In 2013, a young, male patient (1 year) exhibited lymphoedema in his right foot without a dilated vena saphena magna. At birth he presented with bilateral foot and lower leg lymphoedema, diminishing on the left after 3 months. The symptoms were suggestive of Milroy’s disease. To determine whether these symptoms were caused by a mutation, we performed Sanger sequence analysis for FLT4 and VEGFC and found the same heterozygous nonsense VEGFC mutation as described by Balboa-Beltran et al [1]. To determine if the mutation occurred de novo or segregated in the family, both parents were tested. The mutation was also found in his asymptomatic 28-year-old father. The patient’s paternal grandmother, also having the mutation, mentioned that she exhibited heavy peripheral oedema when she was pregnant. The paternal great-grandmother (not tested) supposedly developed extreme peripheral oedema after a uterus-extirpation in the past and we were informed that the paternal grandmother’s sister had large ankles at adult age. However, no conclusions may be drawn from the latter family members, since mutation analysis was not performed. This family suggests, in contrast to the article of Balboa-Beltran et al [1], that non-penetrance of this nonsense mutation in VEGFC is evident, in line with the patient’s initial absence of disease history within the family. Similar variable penetrance, is reported in Milroy disease associated with mutations in FLT4, where 10%-15% of individuals with an FLT4 pathogenic variant were shown to be clinically unaffected [2].

References:
1 Balboa-Beltran E, Fernandez-Seara MJ, Perez-Munuzuri A, et al. A novel stop mutation in the vascular endothelial growth factor-C gene (VEGFC) results in Milroy-like disease. J Med Genet 2014;51(7):475-8.
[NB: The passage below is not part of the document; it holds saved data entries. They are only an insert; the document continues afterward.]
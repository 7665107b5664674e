import { formatSignificant } from '../units';
import type { SimulatedOutage } from './monte-carlo-model';
import type { StudyStatistics } from './study-statistics';

/** A stretch of steps where the covariance is optimistic beyond the simultaneous bound. */
export interface SimulationFlag {
  /** Quantity id, or `nees:<group>`. */
  subject: string;
  startS: number;
  endS: number;
  /** Time of the worst step, s. */
  worstS: number;
  /** RMS over predicted σ (quantities) or average NEES over its expected value (NEES). */
  ratio: number;
  /** The outage the worst step falls in, if any. */
  outage?: SimulatedOutage;
  /** Plain words, e.g. "linearisation breaks down 40 s into outage canopyRow3 (gnss): RMS cross-track 1.6× the predicted σ". */
  text: string;
}

/**
 * Where the Monte Carlo errors exceed what the covariance predicts beyond
 * the bounds that hold at every step at once: the RMS of a quantity above the
 * budget's σ times √(χ²_N(1 - 0.025/M)/N), or an average NEES above its
 * simultaneous χ² bound. Each stretch of consecutive flagged steps is one flag,
 * described at its worst step. Optimism has other causes than linearisation
 * (a truth effect the model leaves out, such as quantisation of a steady
 * input), and the text says so only through the numbers.
 */
export function findFlags(stats: StudyStatistics, outages: SimulatedOutage[]): SimulationFlag[] {
  const flags: SimulationFlag[] = [];
  for (const q of stats.quantities) {
    const over = (k: number) => q.budgetSigma[k] > 0 && q.rms[k] > q.simultaneousHigh[k];
    for (const [a, b, worst] of stretches(stats.tS.length, over, (k) => q.rms[k] / q.budgetSigma[k])) {
      const ratio = q.rms[worst] / q.budgetSigma[worst];
      flags.push(describe(stats, outages, q.id, a, b, worst, ratio, `RMS ${q.label} ${formatSignificant(ratio, 2)}× the predicted σ`));
    }
  }
  for (const g of stats.nees) {
    const over = (k: number) => g.dof[k] > 0 && g.average[k] > g.simultaneousHigh[k];
    for (const [a, b, worst] of stretches(stats.tS.length, over, (k) => g.average[k] / g.dof[k])) {
      const ratio = g.average[worst] / g.dof[worst];
      const words = `average NEES of the ${g.label} ${formatSignificant(g.average[worst], 3)} against ${formatSignificant(g.dof[worst], 3)} expected (bound ${formatSignificant(g.simultaneousHigh[worst], 3)})`;
      flags.push(describe(stats, outages, `nees:${g.id}`, a, b, worst, ratio, words));
    }
  }
  return flags.sort((x, y) => x.startS - y.startS);
}

/**
 * [first, last, worst] step of each stretch where `over` holds, joining
 * stretches less than 1 % of the mission apart (at least 10 steps): a
 * statistic hovering at its bound crosses it back and forth.
 */
function stretches(steps: number, over: (k: number) => boolean, score: (k: number) => number): [number, number, number][] {
  const gap = Math.max(10, Math.ceil(steps / 100));
  const out: [number, number, number][] = [];
  for (let k = 0; k < steps; k++) {
    if (!over(k)) continue;
    let worst = k, end = k;
    for (let j = k + 1; j < steps && j - end <= gap; j++) {
      if (!over(j)) continue;
      end = j;
      if (score(j) > score(worst)) worst = j;
    }
    out.push([k, end, worst]);
    k = end;
  }
  return out;
}

function describe(
  stats: StudyStatistics, outages: SimulatedOutage[], subject: string, a: number, b: number, worst: number, ratio: number, words: string,
): SimulationFlag {
  const t = stats.tS[worst];
  const outage = outages.find((o) => t >= o.startS - 1e-9 && t <= o.endS + 1e-9);
  const where = outage
    ? `${formatSignificant(t - outage.startS, 3)} s into outage ${outage.id} (${outage.sensorId})`
    : `at ${formatSignificant(t, 4)} s`;
  const span = a === b ? '' : ` (from ${formatSignificant(stats.tS[a], 4)} s to ${formatSignificant(stats.tS[b], 4)} s)`;
  return { subject, startS: stats.tS[a], endS: stats.tS[b], worstS: t, ratio, outage, text: `linearisation breaks down ${where}: ${words}${span}` };
}
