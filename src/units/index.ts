/**
 * Trade units: parsing datasheet unit texts, converting values to and from
 * SI with the dimension checked, provenance records of each conversion, and
 * the noise-density conventions. A leaf module: it imports only the error
 * types, and every other module may import it.
 */
export {
  DIMENSIONLESS,
  dimension,
  formatDimension,
  multiplyDimensions,
  raiseDimension,
  sameDimension,
  type Dimension,
} from './dimension';
export { UNIT_ATOMS, findAtom, spellingInOtherCase, type UnitAtom } from './unit-atoms';
export { parseUnit, readUnit, unitProblemMessage, type ParsedUnit, type UnitReading } from './parse-unit';
export {
  DIMENSIONS,
  DIMENSION_NAMES,
  describeExpected,
  dimensionOf,
  isDimensionName,
  labelWithArticle,
  unitDimension,
  type DimensionName,
  type NamedDimension,
} from './named-dimensions';
export { convert, fromSI, toSI, unitFor } from './to-si';
export { formatSignificant } from './format-significant';
export { describeConversion, withUnit, type ConversionRecord } from './describe-conversion';
export {
  densityFromRandomWalk,
  randomWalkFromDensity,
  randomWalkFromSampleSigma,
  sampleSigmaFromRandomWalk,
  type DensitySides,
} from './noise-density';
2 Brice G, Child A, Evans A, et al. Milroy disease and the VEGFR-3 mutation phenotype. J Med Genet 2005;42(2):98-102.
3 Connell FC, Ostergaard P, Carver C, et al. Analysis of the coding regions of VEGFR3 and VEGFC in Milroy disease and other primary lymphoedemas. Human Genet, 2009; 124(6), 625–631.
4 Gordon K, Schulte D, Brice G, et al. Mutation in vascular endothelial growth factor-C, a ligand for vascular endothelial growth factor receptor-3, is associated with autosomal dominant milroy-like primary lymphedema. Circ Res 2013;112(6):956-60.